** The data follows **
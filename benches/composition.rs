//! What each way of composing costs: one forward-and-backward pass of the same
//! eight-stage elementwise model on 1,000-element arrays, built statically,
//! as a run-time chain (of array stages, and of per-element stages) and as
//! nested boxed maps, through the memo passes and through the reusing ones; the fast backward pass
//! against the reverse derivative evaluated as a map; and Hessian-vector
//! products against backward passes of static scalar chains.

#[path = "support/chains.rs"]
mod chains;

use chains::{double, sine_chains};
use criterion::{Criterion, criterion_group, criterion_main};
use ndarray::{Array1, ArrayD};
use revdiff::{Boxed, Chain, Compose, Map, Reverse, Sigmoid, Sin, Softplus, Tanh, Workspace};
use std::hint::black_box;

fn compositions(c: &mut Criterion) {
    let n = 1000;
    let x: Array1<f64> = Array1::linspace(-2.0, 2.0, n);
    let dy: Array1<f64> = Array1::ones(n);
    let (xd, dyd): (ArrayD<f64>, ArrayD<f64>) = (x.clone().into_dyn(), dy.clone().into_dyn());

    let model = Tanh
        .then(Sin)
        .then(Softplus)
        .then(Sigmoid)
        .then(Tanh)
        .then(Sin)
        .then(Softplus)
        .then(Sigmoid);

    let mut chain = Chain::<f64>::new(&[n]);
    for _ in 0..2 {
        chain.push_elementwise("tanh", Tanh).unwrap();
        chain.push_elementwise("sin", Sin).unwrap();
        chain.push_elementwise("softplus", Softplus).unwrap();
        chain.push_elementwise("sigmoid", Sigmoid).unwrap();
    }

    let mut per_element = Chain::<f64>::new(&[n]);
    for _ in 0..2 {
        per_element.push_per_element("tanh", Tanh).unwrap();
        per_element.push_per_element("sin", Sin).unwrap();
        per_element.push_per_element("softplus", Softplus).unwrap();
        per_element.push_per_element("sigmoid", Sigmoid).unwrap();
    }

    let mut boxed: Boxed<Array1<f64>, Array1<f64>> = Boxed::new(Tanh).unwrap();
    for i in 0..7 {
        boxed = match i % 4 {
            0 => Boxed::new(boxed.then(Sin)).unwrap(),
            1 => Boxed::new(boxed.then(Softplus)).unwrap(),
            2 => Boxed::new(boxed.then(Sigmoid)).unwrap(),
            _ => Boxed::new(boxed.then(Tanh)).unwrap(),
        };
    }

    let mut group = c.benchmark_group("eight elementwise stages, 1000 elements");
    group.bench_function("static backward", |b| {
        b.iter(|| model.backward(black_box(&x), black_box(&dy)).unwrap())
    });
    group.bench_function("run-time chain backward", |b| {
        b.iter(|| chain.backward(black_box(&xd), black_box(&dyd)).unwrap())
    });
    group.bench_function("run-time chain of per-element stages backward", |b| {
        b.iter(|| {
            per_element
                .backward(black_box(&xd), black_box(&dyd))
                .unwrap()
        })
    });
    group.bench_function("static, reusing passes", |b| {
        let (mut work, mut dx) = (Workspace::new(), x.clone());
        b.iter(|| {
            model.forward_reusing(black_box(&x), &mut work).unwrap();
            model.backward_reusing(&x, &mut work, &dy, &mut dx).unwrap();
        })
    });
    for (name, chain) in [
        ("run-time chain, reusing passes", &chain),
        (
            "run-time chain of per-element stages, reusing passes",
            &per_element,
        ),
    ] {
        group.bench_function(name, |b| {
            let (mut work, mut dx) = (Workspace::new(), xd.clone());
            b.iter(|| {
                chain.forward_reusing(black_box(&xd), &mut work).unwrap();
                chain
                    .backward_reusing(&xd, &mut work, &dyd, &mut dx)
                    .unwrap();
            })
        });
    }
    group.bench_function("nested boxed backward", |b| {
        b.iter(|| boxed.backward(black_box(&x), black_box(&dy)).unwrap())
    });
    let rev = Reverse::<Array1<f64>>::rev(&model);
    let input = (x.clone(), dy.clone());
    group.bench_function("reverse derivative as a map", |b| {
        b.iter(|| rev.forward(black_box(&input)).unwrap())
    });
    group.bench_function("forward only", |b| {
        b.iter(|| model.forward(black_box(&x)).unwrap())
    });
    group.finish();
}

/// Eight sine stages on one `f64`, composed three ways: statically, as a
/// boxed map nested eight deep (which sweeps its stages; timed by its
/// one-shot and by its reusing passes), and as a run-time chain of
/// per-element stages over one-element arrays.
fn scalar_chains(c: &mut Criterion) {
    let fixed = double(double(double(Sin)));
    let mut nested: Boxed<f64, f64> = Boxed::new(Sin).unwrap();
    for _ in 1..8 {
        nested = Boxed::new(nested.then(Sin)).unwrap();
    }
    let mut chain = Chain::<f64>::new(&[1]);
    for _ in 0..8 {
        chain.push_per_element("sin", Sin).unwrap();
    }
    let (x, xd) = (0.7_f64, ArrayD::from_elem(vec![1], 0.7));
    let mut group = c.benchmark_group("eight sine stages on one number");
    group.bench_function("static backward", |b| {
        b.iter(|| fixed.backward(black_box(&x), &1.0).unwrap())
    });
    group.bench_function("nested boxed backward", |b| {
        b.iter(|| nested.backward(black_box(&x), &1.0).unwrap())
    });
    group.bench_function("nested boxed, reusing passes", |b| {
        let (mut work, mut dx) = (Workspace::new(), 0.0);
        b.iter(|| {
            nested.forward_reusing(black_box(&x), &mut work).unwrap();
            nested
                .backward_reusing(&x, &mut work, &1.0, &mut dx)
                .unwrap();
        })
    });
    group.bench_function("run-time chain backward", |b| {
        b.iter(|| chain.backward(black_box(&xd), &xd).unwrap())
    });
    group.finish();
}

fn backward_and_hessian<F: revdiff::Reverse<f64, Output = f64>>(
    group: &mut criterion::BenchmarkGroup<'_, criterion::measurement::WallTime>,
    n: usize,
    f: &F,
) {
    let x = 0.7_f64;
    group.bench_function(format!("backward, n = {n}"), |b| {
        b.iter(|| f.backward(black_box(&x), &1.0).unwrap())
    });
    group.bench_function(format!("Hessian-vector product, n = {n}"), |b| {
        b.iter(|| revdiff::hessian_vector(f, black_box(&x), &1.0).unwrap())
    });
}

/// A Hessian-vector product against one backward pass of the same static
/// chain of scalar stages, at 10, 100 and 1,000 stages: the ratio should be
/// small and flat in depth (the comparison example prints it).
fn second_order(c: &mut Criterion) {
    let (s10, s100, s1000) = sine_chains();
    let mut group = c.benchmark_group("second order, static scalar chains");
    backward_and_hessian(&mut group, 10, &s10);
    backward_and_hessian(&mut group, 100, &s100);
    backward_and_hessian(&mut group, 1000, &s1000);
    group.finish();
}

criterion_group!(benches, compositions, scalar_chains, second_order);
criterion_main!(benches);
** End of The data **
- About this exercise
What lines of the material above hold the string "arrays"? Please copy them.

- Expected output
//! eight-stage elementwise model on 1,000-element arrays, built statically,
/// per-element stages over one-element arrays.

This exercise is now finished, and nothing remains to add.